* _Task_: All of the data needs to come back exactly as written.

(Stored data)
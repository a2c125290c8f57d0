import { describe, expect, it } from 'vitest';
import { errorResult } from '../model';
import { clipMessage, collapseMessages, MAX_CELL_CHARS, tidyMessages, warningsCell } from './messages';

// Demo data: messages shaped like the decoder's and the reader's; the limits are this project's own.
describe('clipMessage', () => {
  it('folds line breaks and cuts long text to 300 characters ending in …', () => {
    expect(clipMessage('a.tif: bad\n  strip\r\n3')).toBe('a.tif: bad strip 3');
    const huge = `a.tif: Unknown compression method identifier: ${'0,'.repeat(5_000_000)}`;
    const cut = clipMessage(huge);
    expect(cut).toHaveLength(MAX_CELL_CHARS);
    expect(cut.startsWith('a.tif: Unknown compression method identifier: 0,0,')).toBe(true);
    expect(cut.endsWith('…')).toBe(true);
  });
  it('never splits a surrogate pair', () => {
    const text = `${'x'.repeat(298)}😀😀`;
    const cut = clipMessage(text);
    expect(cut).toBe(`${'x'.repeat(298)}…`);
  });
});

describe('collapseMessages and warningsCell', () => {
  it('collapses repeats and messages that differ only in numbers, with a count', () => {
    const decoder = Array.from({ length: 40 }, (_, i) => `TIFFReadDirectory: unknown field with tag ${50000 + i} encountered`);
    expect(collapseMessages(['pixel size unknown', ...decoder, 'pixel size unknown'])).toEqual([
      'pixel size unknown (×2)', 'TIFFReadDirectory: unknown field with tag 50000 encountered (×40)',
    ]);
  });
  it('keeps the warnings cell within 300 characters, saying how many were left out', () => {
    const many = Array.from({ length: 30 }, (_, i) => `warning ${String.fromCharCode(65 + (i % 26))}${'y'.repeat(i)} about something`);
    const cell = warningsCell(many);
    expect(cell.length).toBeLessThanOrEqual(MAX_CELL_CHARS);
    expect(cell).toMatch(/; … and \d+ more warnings, see results\.json$/);
    expect(warningsCell(['one', 'two'])).toBe('one; two');
    const cellOfOneLong = warningsCell([`${'z'.repeat(400)}`, 'b']);
    expect(cellOfOneLong.length).toBeLessThanOrEqual(MAX_CELL_CHARS);
    expect(cellOfOneLong.endsWith('… and 1 more warning, see results.json')).toBe(true);
  });
  it('tidyMessages clips the error and collapses the warnings of a result', () => {
    const r = tidyMessages({ ...errorResult('a.tif', `a.tif: ${'9,'.repeat(1000)}`), warnings: ['w 1', 'w 2', 'w 3'] });
    expect(r.error?.length).toBe(MAX_CELL_CHARS);
    expect(r.warnings).toEqual(['w 1 (×3)']);
  });
});
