import { describe, expect, it } from 'vitest';
import type { Profile } from '../model';
import { fitLambdaSeries, shapeFormedAtS } from './lambda-series';

/** Demo data: an exponential profile A·exp(−x/λ) + B on 50 bins of a 500 µm egg. */
function profile(lambdaUm: number, amplitude: number): Profile {
  const xEl = Float64Array.from({ length: 50 }, (_, i) => (i + 0.5) / 50);
  const xUm = xEl.map((v) => v * 500);
  const mean = xUm.map((x) => amplitude * Math.exp(-x / lambdaUm) + 5);
  return { channel: 'gradient', xEl, xUm, mean, sd: mean.map(() => 1), n: mean.map(() => 10) };
}

describe('fitLambdaSeries', () => {
  it('fits λ per time point and reports a failed fit as a message, going on', () => {
    const flat = profile(100, 0);
    const series = fitLambdaSeries([
      { tS: 0, profile: flat, eggLengthUm: 500 },
      { tS: 60, profile: profile(60, 500), eggLengthUm: 500 },
      { tS: 120, profile: profile(100, 900), eggLengthUm: 500 },
    ], [0.1, 0.6]);
    expect(series[0].fit).toBeNull();
    expect(series[0].error).toMatch(/^fitExponentialDecay: /);
    // Exact exponentials: the fit returns the λ they were made with (demo data).
    expect(series[1].fit!.lambdaUm).toBeCloseTo(60, 6);
    expect(series[2].fit!.lambdaEl).toBeCloseTo(0.2, 8);
  });

  it('finds when the shape has formed: λ stays within 5% of its final value from then on', () => {
    const lambdas = [40, 60, 80, 92, 97, 99, 100, 100, 100];
    const series = fitLambdaSeries(lambdas.map((l, i) => ({ tS: i * 60, profile: profile(l, 800), eggLengthUm: 500 })), [0.1, 0.6]);
    expect(shapeFormedAtS(series)).toBe(240);
  });
});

* _Output for this exercise_:
repository a2c125290c8f57d0
import { describe, expect, it } from 'vitest';
import { errorResult } from '../model';
import { clipMessage, collapseMessages, MAX_CELL_CHARS, tidyMessages, warningsCell } from './messages';

// Demo data: messages shaped like the decoder's and the reader's; the limits are this project's own.
describe('clipMessage', () => {
  it('folds line breaks and cuts long text to 300 characters ending in …', () => {
    expect(clipMessage('a.tif: bad\n  strip\r\n3')).toBe('a.tif: bad strip 3');
    const huge = `a.tif: Unknown compression method identifier: ${'0,'.repeat(5_000_000)}`;
    const cut = clipMessage(huge);
    expect(cut).toHaveLength(MAX_CELL_CHARS);
    expect(cut.startsWith('a.tif: Unknown compression method identifier: 0,0,')).toBe(true);
    expect(cut.endsWith('…')).toBe(true);
  });
  it('never splits a surrogate pair', () => {
    const text = `${'x'.repeat(298)}😀😀`;
    const cut = clipMessage(text);
    expect(cut).toBe(`${'x'.repeat(298)}…`);
  });
});

describe('collapseMessages and warningsCell', () => {
  it('collapses repeats and messages that differ only in numbers, with a count', () => {
    const decoder = Array.from({ length: 40 }, (_, i) => `TIFFReadDirectory: unknown field with tag ${50000 + i} encountered`);
    expect(collapseMessages(['pixel size unknown', ...decoder, 'pixel size unknown'])).toEqual([
      'pixel size unknown (×2)', 'TIFFReadDirectory: unknown field with tag 50000 encountered (×40)',
    ]);
  });
  it('keeps the warnings cell within 300 characters, saying how many were left out', () => {
    const many = Array.from({ length: 30 }, (_, i) => `warning ${String.fromCharCode(65 + (i % 26))}${'y'.repeat(i)} about something`);
    const cell = warningsCell(many);
    expect(cell.length).toBeLessThanOrEqual(MAX_CELL_CHARS);
    expect(cell).toMatch(/; … and \d+ more warnings, see results\.json$/);
    expect(warningsCell(['one', 'two'])).toBe('one; two');
    const cellOfOneLong = warningsCell([`${'z'.repeat(400)}`, 'b']);
    expect(cellOfOneLong.length).toBeLessThanOrEqual(MAX_CELL_CHARS);
    expect(cellOfOneLong.endsWith('… and 1 more warning, see results.json')).toBe(true);
  });
  it('tidyMessages clips the error and collapses the warnings of a result', () => {
    const r = tidyMessages({ ...errorResult('a.tif', `a.tif: ${'9,'.repeat(1000)}`), warnings: ['w 1', 'w 2', 'w 3'] });
    expect(r.error?.length).toBe(MAX_CELL_CHARS);
    expect(r.warnings).toEqual(['w 1 (×3)']);
  });
});
import { describe, expect, it } from 'vitest';
import type { Profile } from '../model';
import { fitLambdaSeries, shapeFormedAtS } from './lambda-series';

/** Demo data: an exponential profile A·exp(−x/λ) + B on 50 bins of a 500 µm egg. */
function profile(lambdaUm: number, amplitude: number): Profile {
  const xEl = Float64Array.from({ length: 50 }, (_, i) => (i + 0.5) / 50);
  const xUm = xEl.map((v) => v * 500);
  const mean = xUm.map((x) => amplitude * Math.exp(-x / lambdaUm) + 5);
  return { channel: 'gradient', xEl, xUm, mean, sd: mean.map(() => 1), n: mean.map(() => 10) };
}

describe('fitLambdaSeries', () => {
  it('fits λ per time point and reports a failed fit as a message, going on', () => {
    const flat = profile(100, 0);
    const series = fitLambdaSeries([
      { tS: 0, profile: flat, eggLengthUm: 500 },
      { tS: 60, profile: profile(60, 500), eggLengthUm: 500 },
      { tS: 120, profile: profile(100, 900), eggLengthUm: 500 },
    ], [0.1, 0.6]);
    expect(series[0].fit).toBeNull();
    expect(series[0].error).toMatch(/^fitExponentialDecay: /);
    // Exact exponentials: the fit returns the λ they were made with (demo data).
    expect(series[1].fit!.lambdaUm).toBeCloseTo(60, 6);
    expect(series[2].fit!.lambdaEl).toBeCloseTo(0.2, 8);
  });

  it('finds when the shape has formed: λ stays within 5% of its final value from then on', () => {
    const lambdas = [40, 60, 80, 92, 97, 99, 100, 100, 100];
    const series = fitLambdaSeries(lambdas.map((l, i) => ({ tS: i * 60, profile: profile(l, 800), eggLengthUm: 500 })), [0.1, 0.6]);
    expect(shapeFormedAtS(series)).toBe(240);
  });
});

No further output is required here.